And then I saw him a couple of days later and it was really just about fine, it was not a big sprain, but I saw him and I started limping very badly and said, I think I'm going to sue you. And then I had this picture in my mind almost immediately, I thought, you know, I go into court and I say, oh my ankle, and then John comes and says, you think you've got problems? I'm dying. I started laughing and then I told him that and he thought it was really funny. So he was open to that, he wasn't all serious. I think I'll spread this one.

[18:08]

This is infamous, this story. He was a very generous and very sweet person. He also had some control issues, I could say. It takes one to know one. I do too, so I get to say this. It's not exactly a secret. It's also true that he was very, very thoughtful. You know, our stuff and our strengths are often basically the same. So he was very thoughtful. I guess that's why, I don't know, at any rate he insisted on driving his car into Tassajara for a practice period when he was there. Well he had like, I don't know, a Honda sedan or a Toyota Corona or something like that and he did not have chains and it was by no means an SUV and then it had snowed and the road was really icy.

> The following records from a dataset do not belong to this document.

#: What a kettle draws, uniform in each range (our own choice of a broad spread).
KETTLE_RANGES: dict[str, tuple[float, float]] = {
    "rated_power_w": (1800.0, 3000.0),
    "element_heat_capacity_j_per_k": (150.0, 500.0),
    "element_area_m2": (0.012, 0.025),
    "film_w_per_m2_k": (2500.0, 3500.0),
    "element_to_room_w_per_k": (0.05, 0.3),
    "wall_heat_capacity_j_per_k": (150.0, 400.0),
    "wall_inner_conductance_w_per_k": (15.0, 35.0),
    "wall_area_m2": (0.05, 0.1),
    "wall_height_m": (0.15, 0.25),
    "wall_emissivity": (0.1, 0.9),
    "lid_heat_capacity_j_per_k": (40.0, 200.0),
    "lid_to_water_w_per_k": (0.5, 3.0),
    "lid_to_room_w_per_k": (0.1, 0.6),
    "idle_before_switch_on_s": (5.0, 120.0),
    "water_mass_kg": (0.5, 1.7),
    "scale_mm": (0.0, 0.4),
    "start_water_c": (8.0, 25.0),
    "ambient_c": (16.0, 26.0),
    "altitude_m": (0.0, 1500.0),
}
#: What a heater draws. Insulation, tank metal and wall scale with (V / 80 L)^(2/3)
#: from water_heater_scenario's 80 L tank; the factors multiply those.
HEATER_RANGES: dict[str, tuple[float, float]] = {
    "volume_l": (50.0, 150.0),
    "start_water_c": (8.0, 25.0),
    "altitude_m": (0.0, 1500.0),
    "rated_power_w": (1500.0, 3000.0),
    "element_heat_capacity_j_per_k": (200.0, 600.0),
    "element_area_m2": (0.02, 0.04),
    "film_w_per_m2_k": (2000.0, 3000.0),
    "element_to_room_w_per_k": (0.05, 0.3),
    "insulation_factor": (0.6, 1.6),
    "lid_heat_capacity_j_per_k": (1000.0, 4000.0),
    "lid_to_water_w_per_k": (2.0, 10.0),
    "lid_to_room_w_per_k": (0.1, 0.5),
    "setpoint_c": (55.0, 65.0),
    "idle_before_switch_on_s": (5.0, 120.0),
    "tank_metal_factor": (0.8, 1.2),
    "scale_mm": (0.0, 1.0),
    "ambient_c": (15.0, 25.0),
}
#: Both kinds: thermocouple lags (s) and reading noise as multiples of the filter's.
SENSOR_RANGES: dict[str, tuple[float, float]] = {
    "water_sensor_tau_s": (1.0, 6.0),
    "element_sensor_tau_s": (0.5, 4.0),
    "noise_over_filter_setting": (1.5, 2.0),
}
#: The element thermocouple's calibration error against the water's, K: two type K
#: junctions agree within their tolerance, not exactly (judgement, from memory). Drawn
#: from a stream of its own, ``default_rng([seed, OFFSET_STREAM])``, so adding it left
#: every other draw of every world as it was.
ELEMENT_OFFSET_RANGE_C: tuple[float, float] = (-0.4, 0.4)
OFFSET_STREAM = 17


def uniform(rng: np.random.Generator, ranges: dict[str, tuple[float, float]], key: str) -> float:
    """Return one uniform draw from ``ranges[key]``, in that key's unit."""
    lo, hi = ranges[key]
    return float(rng.uniform(lo, hi))
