def synthetic_runs(g_ratios, seed: int, scatter: float = 0.02):
    """Run summaries whose G is g0·ratio with run-to-run scatter (made-up demo numbers)."""
    rng = np.random.default_rng(seed)
    out = []
    for i, ratio in enumerate(g_ratios):
        g = 54.0 * ratio * (1.0 + scatter * rng.standard_normal())
        out.append({"vessel": "k1", "run": str(i + 1), "model": "two-node",
                    "element_conductance_w_per_k": {"value": g, "std": 0.3},
                    "ua_w_per_k": {"value": 0.7 * (1 + 0.04 * rng.standard_normal()),
                                   "std": 0.05}})  # fmt: skip
    return out


def levels(flags_per_run, name: str) -> list[str | None]:
    out = []
    for flags in flags_per_run:
        mine = [f for f in flags if f.name == name]
        out.append(str(mine[0].level) if mine else None)
    return out


def test_clean_runs_raise_no_warning_in_a_thousand() -> None:
    flags = drift_over_runs(synthetic_runs([1.0] * 1000, seed=11))
    assert not any(f.level in (Level.WARNING, Level.ALARM) for run in flags for f in run)


def test_a_quarter_down_is_caught_in_two_runs_and_ten_percent_stays_silent() -> None:
    ratios = [1.0] * 5 + [0.93] * 20 + [0.75] * 5
    got = levels(drift_over_runs(synthetic_runs(ratios, seed=3)), "scaling")
    assert got[:25] == [None] * 25
    assert got[26] in ("warning", "alarm")  # the second run at 25 % down


def test_a_scaling_flag_carries_its_numbers_and_a_sentence() -> None:
    drift = VesselDrift("k1", {"rated_power_w": 2200.0, "element_area_m2": 0.018})
    runs = synthetic_runs([1.0] * 5 + [0.55] * 3, seed=5, scatter=0.0)
    flags = [drift.observe(r) for r in runs][-1]
    (flag,) = [f for f in flags if f.name == "scaling"]
    assert flag.level == Level.ALARM  # 45 % down is past the rule's 40 % alarm size
    ev = flag.evidence
    assert ev["scaling_index"] == pytest.approx(0.45)
    assert ev["baseline_runs"] == 5
    assert ev["scale_mm_low"] < ev["scale_mm_high"]  # a range, never one number
    assert ev["extra_over_temperature_k"] == pytest.approx(2200 / (54 * 0.55) - 2200 / 54)
    assert "descale" in flag.message
    assert "isolate the supply" in flag.message


def test_one_node_runs_never_raise_scaling() -> None:
    runs = synthetic_runs([1.0] * 5 + [0.5] * 5, seed=2)
    for r in runs:
        r["model"] = "one-node"
    assert levels(drift_over_runs(runs), "scaling") == [None] * 10


def diverge(run: dict, factor: float = 4.0) -> dict:
    """A copy of ``run`` whose G went ``factor`` times too high with a 25 % std (the
    divergence seen on an independent world: G 4-5x the truth with a 25 % std)."""
    g = run["element_conductance_w_per_k"]["value"] * factor
    out = {**run, "element_conductance_w_per_k": {"value": g, "std": 0.25 * g}}
    out.pop("verdict", None)  # judged again from what it now says
    return out


def test_a_diverged_baseline_run_is_passed_over_and_scaling_is_flagged_as_without_it() -> None:
    ratios = [1.0] * 5 + [0.93] * 20 + [0.75] * 5
    clean = synthetic_runs(ratios, seed=3)
    spoilt = [diverge(r) if i == 2 else r for i, r in enumerate(clean)]
    got_clean = levels(drift_over_runs(clean), "scaling")
    flags = drift_over_runs(spoilt)
    got = levels(flags, "scaling")
    assert [f.name for f in flags[2]] == ["not_judged"]
    assert got[:25] == [None] * 25 == got_clean[:25]
    assert got[26] in ("warning", "alarm")
    assert got_clean[26] in ("warning", "alarm")
    # a mean and sd baseline would have taken the diverged run in: mean about 1.6x G0
    drift = VesselDrift("k1")
    for r in spoilt[:6]:
        drift.observe(r)
    baseline = drift.trackers["scaling"].baseline
    assert baseline is not None
    assert baseline.labels == ("1", "2", "4", "5", "6")  # run 3 replaced by run 6
    assert baseline.median == pytest.approx(54.0, rel=0.05)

And by God, John drove out and he and Mark Lancaster did this.

[19:14]

They actually had some passengers and I remember coming up behind them and they had hit the level where the snow was and the car was like fishtailing and they had the passengers out behind and everybody but I guess the driver was out behind. They were trying to push it up. I used to have a Pathfinder, which is a moderately big SUV. I tried to push them, but the bumpers didn't meet. And I think maybe I did push them some, and I loaned them my chains, which of course were way, way too big. and sort of babied them up the hill, stayed with them, because I was afraid that they were going to go over the side and on the Tassajara side especially, it's very steep cliffs. And it was just agonizing, you know, they'd go a little bit and then they'd have to stop and it was a mess.

[20:15]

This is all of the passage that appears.